Grantley had deliberately torn up the equivalent of two hundred and fifty thousand dollars—a fortune in itself—and sent the fragments to his greatest enemy as a challenge of some sort.

But why?

The surgeon’s act promised to prove itself one of the most difficult puzzles of a case that had, all along, been full of unusual problems.

Both Grantley and the tragically obstinate millionaire himself had scored most heavily against the detectives when they had argued that the promised reward was so tempting that it made double-dealing out of the question. And yet, Grantley had now spurned that reward in the most contemptuous manner, after he had apparently brought pressure to bear on Baldwin in order to obtain the check two days before.

At this point Nick’s thoughts took a new turn.

How was the note to the millionaire’s secretary to be explained, he asked himself.

He still felt sure that Baldwin had written it, but if so, it was obvious that it had not been written since the operation on the financier’s head.

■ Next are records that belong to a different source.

def test_the_form_sent_unchanged_saves_the_same_workflow_and_a_change_is_saved(client, app, people):
    cookie_for(client, app, people.ids["admin"])
    team = people.team_ids["alpha"]
    sent = form_fields(client.get(f"/admin/teams/{team}/workflow").text, "workflow-form")
    saved = client.post(f"/admin/teams/{team}/workflow", data=as_data(sent))
    assert saved.status_code == 200 and "Saved as version 2" in saved.text
    stored = client.get(f"/api/v1/teams/{team}/workflow", headers=people.headers("admin")).json()
    assert stored["definition"] == DEFAULT_WORKFLOW and stored["updated_by"] == "admin"
    # a state renamed is renamed in every transition that picks it; a demand changed
    sent = form_fields(saved.text, "workflow-form")
    again = client.post(f"/admin/teams/{team}/workflow",
                        data=as_data(changed(sent, state__1__name="in review", tr__2__approvals="2")))
    assert again.status_code == 200 and "Saved as version 3" in again.text
    definition = client.get(f"/api/v1/teams/{team}/workflow", headers=people.headers("admin")).json()["definition"]
    expected = copy.deepcopy(DEFAULT_WORKFLOW)
    expected["states"][1]["name"] = "in review"
    for t in expected["transitions"]:
        t["from"], t["to"] = ("in review" if t["from"] == "awaiting review" else t["from"],
                              "in review" if t["to"] == "awaiting review" else t["to"])
    expected["transitions"][2]["demands"]["approvals"] = 2
    assert definition == expected
    assert [e.action for e in _audit(app.state.sessionmaker, object_type="workflow")][-2:] == ["update", "update"]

If Doctor Vanderpool were not greatly mistaken, the millionaire was not in a condition to know his own name, much less to write and sign a note without a tremor or a single false stroke.

Had the second operation been performed in the last two or three days? Apparently not, for Vanderpool was authority for the statement that the marks of it were several days old.

Nick had the note with him, and he examined it anew. It stood every test, as before, but there was one fact about it which, the detective had previously noted, became significant: It was not dated.